• Your goal: Can you restate the records below word for word?

**** Information supplied

import type * as z from 'zod/mini'
import type { CodeBookItem } from '@/lib/model/code-book'
import type { Unseparated } from './unseparated'

/** What a file of the code book holds: the items in their order, and the pairs left together. */
export type BookFile = { items: CodeBookItem[]; unseparated: Unseparated[] }

/** A place in a file of the code book; line and column from 1. */
export type FilePlace = { file: string; line: number; column: number }

/** What is wrong with a file, and where, in a plain sentence. */
export type FileProblem = FilePlace & { words: string }

/** A file that was read, with where each item stands, so that findings of the checker can be placed. */
export type ReadBook = { book: BookFile; places: ReadonlyMap<string, FilePlace> }

/** Says what a shape misses in a plain sentence; `where` is what it is about, e.g. `“minutes”`. */
export function issueWords(issue: z.core.$ZodIssue, where: string): string {
  switch (issue.code) {
    case 'invalid_type':
      return `${where} must be ${article(issue.expected)}.`
    case 'unrecognized_keys':
      return `${where} has a field the code book does not know: ${listed(issue.keys)}.`
    case 'invalid_value':
      return `${where} must be one of ${listed(issue.values)}.`
    case 'too_small':
      return `${where} is too short or too small: at least ${issue.minimum}.`
    case 'too_big':
      return `${where} is too long or too big: at most ${issue.maximum}.`
    case 'invalid_format':
      return `${where} is not written as it must be.`
    case 'invalid_union':
      return `${where} is none of what it may be.`
    case 'invalid_key':
      return `${where} has a name in it that is not allowed.`
    case 'invalid_element':
    case 'not_multiple_of':
    case 'custom':
      return `${where} is not right.`
  }
}

const article = (type: string): string => `${/^[aeiou]/.test(type) ? 'an' : 'a'} ${type}`

const listed = (values: readonly unknown[]): string =>
  values.map((value) => `“${String(value)}”`).join(', ')

/** The problem as one line: `check.csv, line 12, column 3: “minutes” must be a number.` */
export const problemLine = ({ file, line, column, words }: FileProblem): string =>
  `${file}, line ${line}, column ${column}: ${words}`

/** Items that stand twice, told at the second place. */
export function twiceProblems(
  items: readonly CodeBookItem[],
  places: readonly FilePlace[],
): FileProblem[] {
  const seen = new Set<string>()
  return items.flatMap((item, n) => {
    const key = `${item.kind}:${item.id}`
    const place = places[n]
    const isTwice = seen.has(key)
    seen.add(key)
    if (!isTwice || place === undefined) return []
    return [{ ...place, words: `The ${item.kind} “${item.id}” stands here a second time.` }]
  })
}

/** Where each item stands, by its id. */
export function placesById(
  items: readonly CodeBookItem[],
  places: readonly FilePlace[],
): Map<string, FilePlace> {
  const byId = new Map<string, FilePlace>()
  for (const [n, { id }] of items.entries()) {
    const place = places[n]
    if (place !== undefined) byId.set(id, place)
  }
  return byId
}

********

• Exercise output:
import type * as z from 'zod/mini'
import type { CodeBookItem } from '@/lib/model/code-book'
import type { Unseparated } from './unseparated'

/** What a file of the code book holds: the items in their order, and the pairs left together. */
export type BookFile = { items: CodeBookItem[]; unseparated: Unseparated[] }

/** A place in a file of the code book; line and column from 1. */
export type FilePlace = { file: string; line: number; column: number }

/** What is wrong with a file, and where, in a plain sentence. */
export type FileProblem = FilePlace & { words: string }

/** A file that was read, with where each item stands, so that findings of the checker can be placed. */
export type ReadBook = { book: BookFile; places: ReadonlyMap<string, FilePlace> }

/** Says what a shape misses in a plain sentence; `where` is what it is about, e.g. `“minutes”`. */
export function issueWords(issue: z.core.$ZodIssue, where: string): string {
  switch (issue.code) {
    case 'invalid_type':
      return `${where} must be ${article(issue.expected)}.`
    case 'unrecognized_keys':
      return `${where} has a field the code book does not know: ${listed(issue.keys)}.`
    case 'invalid_value':
      return `${where} must be one of ${listed(issue.values)}.`
    case 'too_small':
      return `${where} is too short or too small: at least ${issue.minimum}.`
    case 'too_big':
      return `${where} is too long or too big: at most ${issue.maximum}.`
    case 'invalid_format':
      return `${where} is not written as it must be.`
    case 'invalid_union':
      return `${where} is none of what it may be.`
    case 'invalid_key':
      return `${where} has a name in it that is not allowed.`
    case 'invalid_element':
    case 'not_multiple_of':
    case 'custom':
      return `${where} is not right.`
  }
}

const article = (type: string): string => `${/^[aeiou]/.test(type) ? 'an' : 'a'} ${type}`

const listed = (values: readonly unknown[]): string =>
  values.map((value) => `“${String(value)}”`).join(', ')

/** The problem as one line: `check.csv, line 12, column 3: “minutes” must be a number.` */
export const problemLine = ({ file, line, column, words }: FileProblem): string =>
  `${file}, line ${line}, column ${column}: ${words}`

/** Items that stand twice, told at the second place. */
export function twiceProblems(
  items: readonly CodeBookItem[],
  places: readonly FilePlace[],
): FileProblem[] {
  const seen = new Set<string>()
  return items.flatMap((item, n) => {
    const key = `${item.kind}:${item.id}`
    const place = places[n]
    const isTwice = seen.has(key)
    seen.add(key)
    if (!isTwice || place === undefined) return []
    return [{ ...place, words: `The ${item.kind} “${item.id}” stands here a second time.` }]
  })
}

/** Where each item stands, by its id. */
export function placesById(
  items: readonly CodeBookItem[],
  places: readonly FilePlace[],
): Map<string, FilePlace> {
  const byId = new Map<string, FilePlace>()
  for (const [n, { id }] of items.entries()) {
    const place = places[n]
    if (place !== undefined) byId.set(id, place)
  }
  return byId
}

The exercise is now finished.